SECTIONS: dict[str, Parser] = {
    "study": parse_study_section,
    "model": parse_model_section,
    "exposure": parse_exposure,
    "hot_side": side_parser("hot_side", HOT_SIDE_KINDS),
    "layer": parse_layers,
    "wearer": parse_wearer,
    "cold_side": side_parser("cold_side", COLD_SIDE_KINDS),
    "scenarios": parse_scenarios,
    "tolerances": parse_tolerances,
    "screening": parse_screening,
    "compute": parse_compute,
    "correlations": parse_correlations,
    "report": parse_report,
}
"""Top-level sections in parse order: name → parser returning :class:`Study` fields."""


# ----------------------------------------------------------------------------------------------
# Rules spanning sections
# ----------------------------------------------------------------------------------------------


def stack_key_path(err: StackError) -> str:
    """Config key path of a :class:`plyrisk.models.stack.StackError`, e.g.
    ``layer[2].thickness``."""
    if err.side is not None:
        return f"{err.side}.{err.quantity}" if err.quantity else err.side
    if err.index is not None:
        return f"layer[{err.index}]" + (f".{err.quantity}" if err.quantity else "")
    return "layer"


def _check_study(ctx: Context, study: Study) -> None:
    if study.transient is not None:
        _check_transient(ctx, study)
        return
    try:
        validate_stack(study.layers, *study.steady_sides())
    except StackError as err:
        raise ctx.error(stack_key_path(err), str(err)) from None
    _check_support(ctx, study)
    limit_output = study.analysis.limit_output
    if limit_output not in ("inner_surface_temperature", "heat_flux"):
        faces = _interface_names(study)
        if limit_output not in faces:
            valid = ("inner_surface_temperature", "heat_flux", *faces)
            raise ctx.error("study.limit_output", f"unknown output {limit_output!r}; "
                            f"{suggest(limit_output, valid)}valid: "
                            f"{', '.join(repr(v) for v in valid)}")
    if study.analysis.outputs:
        valid = ("heat_flux", *_interface_names(study))
        for i, name in enumerate(study.analysis.outputs):
            if name not in valid:
                raise ctx.error(
                    join("study.outputs", i),
                    f"unknown output {name!r}; {suggest(name, valid)}valid: "
                    f"{', '.join(repr(v) for v in valid)}",
                )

Problem statement:
Each line of the data in which the string "quantity" appears needs to be copied.

Result for this task:
        return f"{err.side}.{err.quantity}" if err.quantity else err.side
        return f"layer[{err.index}]" + (f".{err.quantity}" if err.quantity else "")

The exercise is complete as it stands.